Now that I have said these things, you who are listening to me should yourself marvel at what sort of zealous person he was before he was even living the zealous life and how he was a monk before he had even donned the monastic habit, going to church as was his custom and hearing the reading of the Scriptures as was his habit, and listening, not merely listening, but listening attentively, and not merely listening attentively, but also putting into practice what he heard, and even doing so before he heard it! In this way he heard and cried out like Israel of old: `we will put into practice and obey the words that the Lord our God has spoken. For when a person approaches the place where the word of God is spoken, he is ready to do the good that he will hear: it is as though he had already done it before he even heard it.

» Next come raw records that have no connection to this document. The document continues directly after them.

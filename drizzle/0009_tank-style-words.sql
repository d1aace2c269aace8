-- The tank form's style suggestions are the club's own words now: a style picked from the old
-- suggestions moves to its new name. Free text a keeper typed otherwise is left as it is.
UPDATE `tank` SET `style` = 'wood and stone' WHERE `style` = 'nature';
--> statement-breakpoint
UPDATE `tank` SET `style` = 'stem garden' WHERE `style` = 'dutch';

Anthony was, therefore, virtuous by nature from the time he was little, just as babies come into the world without needing outside experts to teach them to eat or drink or sleep and other things of this sort; on the contrary, nature alone guides them in such natural matters. So Antony had no need for an outside teacher to teach him what is suitable; on the contrary, good disposition and reason drew him into the church and prepared his ear to hear and his heart to understand what was being read and gave him the will to do what he was told before he had even heard it.

For who is there among the historians who has not spoken about Anthony? Who is there among the writers to whom Anthony has not given material? Or who is there among the fathers who has not praised that blessed old man? For Athanasius said, `As for me, it is a great profit for me merely to remember Anthony’. If Basil [of Caesarea] wishes to list the names of the monks, he summons the name of Anthony for his readers . If Gregory [of Nazianzus] wishes to name Athanasius, he introduces Antony into his discourse. If John [Chrysostom] wishes to characterise those who have renounced the world, he says `like Anthony the Great’. If Cyril [of Alexandria] wishes to praise the monks of Egypt, he says `Emulate Antony’. If Severus [of Antioch] wishes to give an example of those who have conducted themselves well in the sensible world, he says ‘like Anthony the Great’. And above all of these, Apa Shenoute the truth-teller said, ‘If you gathered together all the monks in the world, there would not be a single Antony among them’.